Concrètement, un gouvernement péquiste mettrait en place des «sanctions claires et plus sévères» contre les auteurs de violence. De plus, les victimes n'auraient plus à changer d’école après avoir subi des actes d’intimidation ou de cyberintimidation
S'il forme le prochain gouvernement, le parti souverainiste tiendrait également un Forum de concertation. Cette initiative permettrait de «mobiliser tous les acteurs de la société civile» pour mettre en place des «mesures fortes» contre la violence à l'école.
«Sur le terrain, tant les directions d’écoles que le personnel scolaire ont l’impression d’être livrés à eux-mêmes et de ne disposer d’aucune réelle marge de manœuvre pour agir fermement face à la violence en milieu scolaire. Nous proposons donc de réunir au sein d’un forum non seulement le ministère, les directions d’écoles et le personnel scolaire, mais aussi l’ensemble des autres acteurs qui doivent être impliqués dans la prévention et la lutte contre la violence en milieu scolaire, notamment les parents d’élèves, les services policiers locaux, les organismes communautaires et les municipalités. Notre objectif est d’ériger en réelle priorité l’éradication de la violence à l’école et d’en faire une urgence pour tous les acteurs que nous souhaitons mobiliser», a détaillé Pascal Bérubé.

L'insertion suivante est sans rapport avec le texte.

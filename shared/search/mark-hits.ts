import type { Zone } from '#shared/document/define-block.ts';
import type { PlacedText } from '#shared/document/text-of.ts';
import { isClose } from '#shared/reading/look-alike.ts';
import { type Term, tokensOf } from './query.ts';

type Token = { folded: string; start: number; end: number; zone: Zone | null };
export type MarkedHits = { snippet: string; marks: [number, number][]; boxes: Zone[]; count: number };

const snippetLength = 180;
const mostBoxes = 60;

/** Finds where the terms stand on a page: a snippet around the first, the stretches to mark in it, and boxes for the scan. */
export function markHits(texts: readonly PlacedText[], terms: readonly Term[], close = false): MarkedHits {
  const { text, tokens } = tokenise(texts);
  const matches = close ? isClose : isSame;
  const hits = terms
    .flatMap((term) => hitsOf(tokens, term, matches))
    .sort((a, b) => (a[0]?.start ?? 0) - (b[0]?.start ?? 0));
  const boxes = hits.flat().flatMap(({ zone }) => (zone === null ? [] : [zone]));
  return { ...snippetAround(text, hits), boxes: unique(boxes).slice(0, mostBoxes), count: hits.length };
}

const isSame = (found: string, wanted: string): boolean => found === wanted;

function tokenise(texts: readonly PlacedText[]): { text: string; tokens: Token[] } {
  let text = '';
  const tokens: Token[] = [];
  for (const each of texts) {
    const start = text.length;
    text += each.text;
    for (const match of each.text.matchAll(/[\p{L}\p{N}µμ]+/gu)) {
      for (const folded of tokensOf(match[0]))
        tokens.push({
          folded,
          start: start + match.index,
          end: start + match.index + match[0].length,
          zone: each.zone,
        });
    }
  }
  return { text, tokens };
}

function hitsOf(
  tokens: readonly Token[],
  { tokens: wanted, prefix }: Term,
  matches: (found: string, wanted: string) => boolean,
): Token[][] {
  const hits: Token[][] = [];
  for (let at = 0; at + wanted.length <= tokens.length; at += 1) {
    const run = tokens.slice(at, at + wanted.length);
    const fits = run.every(({ folded }, index) => {
      const word = wanted[index] ?? '';
      const mayGoOn = prefix && index === wanted.length - 1;
      return matches(folded, word) || (mayGoOn && folded.startsWith(word));
    });
    if (fits) hits.push(run);
  }
  return hits;
}

function snippetAround(text: string, hits: Token[][]): Pick<MarkedHits, 'snippet' | 'marks'> {
  const first = hits[0]?.[0]?.start ?? 0;
  const start = backToSpace(text, Math.max(0, first - snippetLength / 3));
  const end = Math.min(text.length, start + snippetLength);
  const marks = hits
    .map((run): [number, number] => [(run[0]?.start ?? 0) - start, (run.at(-1)?.end ?? 0) - start])
    .filter(([from, to]) => from >= 0 && to <= end - start);
  return { snippet: text.slice(start, end).replace(/[\n\t]/g, ' '), marks };
}

const backToSpace = (text: string, at: number): number => (at === 0 ? 0 : text.lastIndexOf(' ', at) + 1);

const unique = (zones: Zone[]): Zone[] => [...new Map(zones.map((zone) => [zone.join(), zone])).values()];

/** Finds where a quantity stands on a page, by its normal form: `455 kc` and `0.455 MHz` have the same one. */
export function markQuantity(
  texts: readonly PlacedText[],
  occurrences: readonly { start: number; end: number }[],
): MarkedHits {
  const { text, tokens } = tokenise(texts);
  const runs = occurrences.map(({ start, end }) => tokens.filter((token) => token.start >= start && token.end <= end));
  const hits = runs.filter((run) => run.length > 0);
  const boxes = hits.flat().flatMap(({ zone }) => (zone === null ? [] : [zone]));
  return { ...snippetAround(text, hits), boxes: unique(boxes).slice(0, mostBoxes), count: hits.length };
}

/** Whether any of the terms is there at all: the close search gives pages whose letters only happen to be similar. */
export const holdsAll = (texts: readonly PlacedText[], terms: readonly Term[], close: boolean): boolean =>
  terms.every((term) => markHits(texts, [term], close).count > 0);
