import type { TableColumn } from '#shared/document/blocks/table.ts';
import type { DocNode, Mark } from '#shared/document/define-block.ts';
import type { DoubtMark } from '#shared/document/marks.ts';
import type { PageDocument } from '#shared/document/page-document.ts';
import { textOf } from '#shared/document/text-of.ts';
import { type Habits, bareWord } from './lessons.ts';
import { foldLookAlikes } from './look-alike.ts';
import { shapeOf } from './shapes.ts';

/** A word that stands on so many corrected pages is one of the manual's own, and no longer a doubt where it reads so. */
const surelyOwn = 2;
/** So many part numbers must be known before one of another shape is odd. */
const fewestPartNumbers = 8;
const mostProposals = 8;

/**
 * What the machine read of a page that nobody has touched yet, in the light of the manual's corrected pages: doubts about
 * the manual's own words are settled, what was corrected elsewhere is doubted with a proposal. Apart from units that the
 * manual is known to write its own way, no text changes.
 */
export function taught(document: PageDocument, habits: Habits): PageDocument {
  const visit = (node: DocNode, inPartNumber: boolean): DocNode => {
    if (node.type === 'text') return taughtText(node, habits, inPartNumber);
    const columns = node.type === 'table' ? (node.attrs?.['columns'] as TableColumn[] | undefined) : undefined;
    if (node.content === undefined) return node;
    return {
      ...node,
      content: columns === undefined ? node.content.map((child) => visit(child, inPartNumber)) : rowsOf(node, columns),
    };
  };
  const rowsOf = (table: DocNode, columns: readonly TableColumn[]): DocNode[] =>
    (table.content ?? []).map((row) => ({
      ...row,
      content: (row.content ?? []).map((cell, at) =>
        visit(cell, row.attrs?.['role'] === 'body' && columns[at]?.meaning === 'partNumber'),
      ),
    }));
  return visit(document, false) as PageDocument;
}

const doubtOf = (node: DocNode): DoubtMark | null =>
  (node.marks?.find(({ type }) => type === 'doubt')?.attrs as DoubtMark | undefined) ?? null;

function withDoubt(node: DocNode, doubt: DoubtMark | null): DocNode {
  const others = (node.marks ?? []).filter(({ type }) => type !== 'doubt');
  const marks: Mark[] = doubt === null ? others : [...others, { type: 'doubt', attrs: doubt }];
  return { ...node, marks };
}

function taughtText(node: DocNode, habits: Habits, inPartNumber: boolean): DocNode {
  const text = textOf(node);
  const doubt = doubtOf(node);
  if (!node.marks?.some(({ type }) => type === 'word') || bareWord(text) === '') return node;
  const own = ownUnit(text, doubt, habits);
  if (own !== null) return withDoubt({ ...node, text: own }, null);
  const raised = doubt === null && inPartNumber && isOdd(text, habits) ? odd : doubt;
  const after = judged(text, raised, habits);
  return after === doubt ? node : withDoubt(node, after);
}

/** The doubt that a word is under once the corrected pages were asked; null for none. */
function judged(text: string, doubt: DoubtMark | null, habits: Habits): DoubtMark | null {
  const word = bareWord(text);
  const isOwn = (habits.vouched.get(word) ?? 0) >= surelyOwn;
  const correction = habits.corrections.get(word);
  if (correction !== undefined && !isOwn) {
    const proposals = [text.replace(word, correction.meant), ...(doubt?.proposals ?? [])];
    return { reason: 'corrected-elsewhere', proposals: few(proposals) };
  }
  if (doubt === null) return null;
  if (doubt.reason === 'low-confidence' && isOwn) return null;
  const alike = (habits.lookAlikes.get(foldLookAlikes(word)) ?? []).filter((each) => each !== word);
  if (alike.length === 0) return doubt;
  return { ...doubt, proposals: few([...alike.map((each) => text.replace(word, each)), ...doubt.proposals]) };
}

const odd: DoubtMark = { reason: 'odd-part-number', proposals: [] };
const few = (proposals: readonly string[]): string[] => [...new Set(proposals)].slice(0, mostProposals);

/** A unit that was made into the usual one, where the manual is known to write it as it was read. */
function ownUnit(text: string, doubt: DoubtMark | null, { ownUnits }: Habits): string | null {
  if (doubt?.reason !== 'sign-guessed') return null;
  const raw = doubt.proposals.find((each) => ownUnits.has(bareWord(each).replace(/^[\d.,±+-]+/, '')));
  return raw === undefined || raw === text ? null : raw;
}

/** Part numbers of a manual keep to a few shapes; one that no corrected page has is worth a look. */
function isOdd(text: string, { partShapes }: Habits): boolean {
  const known = [...partShapes.values()].reduce((sum, count) => sum + count, 0);
  return known >= fewestPartNumbers && !partShapes.has(shapeOf(text));
}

Le PQ a aussi réitéré sa demande d’une nouvelle Enquête nationale sur la violence en milieu scolaire.
«Il y a quelques jours, nous avons voté unanimement à l’Assemblée nationale une motion que j’ai présentée pour demander la tenue d’une nouvelle enquête nationale sur la violence en milieu scolaire. Notre première action pour guider nos interventions est de mandater l’Institut de la statistique du Québec pour en décrire et détailler le phénomène et d’autres acteurs pertinents, par exemple. Le gouvernement pourrait entamer cette enquête dès maintenant, sinon un gouvernement du Parti québécois s’y engagera dès son arrivée au pouvoir», a conclu le porte-parole péquiste en matière d'éducation.